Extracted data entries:

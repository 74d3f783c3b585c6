'use client'

import { useState } from 'react'
import { Failed } from '../shell/failed'
import { Button } from '../ui/button'
import { Dialog } from '../ui/dialog'
import { Field, Textarea } from '../ui/field'
import { Skeleton } from '../ui/skeleton'
import { LetterSheet } from './letter-sheet'
import { usePreview, type Preview } from './use-preview'

type LetterEditorProps = {
  body: string
  onBody: (body: string) => void
  /** Whether the words in the field were written by hand since they were composed. */
  edited: boolean
  composing: boolean
  /** Changes of points are on their way; the letter must not be made before they have arrived. */
  waiting: boolean
  mayCompose: boolean
  onCompose: () => void
  preview: Preview
  error: string | undefined
}

/** The letter in Markdown, and beside it the mail that becomes of it. */
export function LetterEditor(props: LetterEditorProps) {
  const { body, edited, onCompose } = props
  const [asking, setAsking] = useState(false)
  const preview = usePreview(body, props.preview)
  return (
    <section aria-labelledby="letter-title">
      <div className="mb-2 flex flex-wrap items-center justify-between gap-2">
        <h2 id="letter-title" className="text-lg font-semibold">
          Letter
        </h2>
        <Button
          size="small"
          disabled={!props.mayCompose}
          busy={props.composing ? 'Composing…' : props.waiting && 'Saving the points…'}
          onClick={() => (edited && body.trim() ? setAsking(true) : onCompose())}
        >
          Compose from kept points
        </Button>
      </div>
      {!props.mayCompose && <p className="mb-2 text-ink-soft">Choose a verdict first; the letter says it.</p>}
      <div className="grid gap-5 2xl:grid-cols-2">
        <Field
          label="Text"
          hint="Markdown: a blank line begins a paragraph, 1. a numbered point, **words** for emphasis."
          error={props.error}
        >
          <Textarea
            value={body}
            rows={24}
            className="font-mono text-xs"
            onChange={(event) => props.onBody(event.target.value)}
          />
        </Field>
        <div>
          <h3 className="mb-1 font-sans text-sm font-medium">As mail</h3>
          {body.trim() === '' ? (
            <p className="margin-rule py-6 pl-5 font-serif text-base">
              The letter is empty. Compose it from the points that are kept, then edit it freely.
            </p>
          ) : preview.error ? (
            <Failed error={preview.error} onRetry={() => void preview.refetch()} />
          ) : !preview.data ? (
            <Skeleton rows={8} label="Setting the letter" />
          ) : (
            <LetterSheet html={preview.data} />
          )}
        </div>
      </div>
      <Dialog
        open={asking}
        onOpenChange={setAsking}
        title="Replace what you wrote?"
        description="The letter was edited by hand. Composing it anew replaces all of it."
        footer={
          <>
            <Button onClick={() => setAsking(false)}>Keep my words</Button>
            <Button
              variant="danger"
              onClick={() => {
                setAsking(false)
                onCompose()
              }}
            >
              Replace
            </Button>
          </>
        }
      />
    </section>
  )
}
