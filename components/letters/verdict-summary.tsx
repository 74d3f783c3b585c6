import type { VerdictView } from '@/db/queries/verdict'
import { Time } from '../ui/time'
import { verdictSentences } from './verdict-words'

/** A verdict to read: which one, who wrote it, the word to the editor. */
export function VerdictSummary({ verdict }: { verdict: VerdictView }) {
  return (
    <section aria-labelledby="verdict-title">
      <h2 id="verdict-title" className="text-lg font-semibold">
        Verdict: {verdict.verdict}
      </h2>
      <p className="text-ink-soft">{verdictSentences[verdict.verdict]}</p>
      <p className="mt-1">
        {verdict.reviewer.name}, <Time at={verdict.changedAt} show="moment" />
        {verdict.effortMinutes !== null && `, ${verdict.effortMinutes} minutes`}
      </p>
      {verdict.remark && (
        <div className="margin-rule mt-3 pl-4">
          <h3 className="font-sans text-sm font-semibold">Remark to the editor</h3>
          <p className="max-w-prose whitespace-pre-wrap">{verdict.remark}</p>
        </div>
      )}
    </section>
  )
}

EXERCISE AIM
Could you copy every line in the records that holds "mail"?

YOUR SOLUTION
/** The letter in Markdown, and beside it the mail that becomes of it. */
          <h3 className="mb-1 font-sans text-sm font-medium">As mail</h3>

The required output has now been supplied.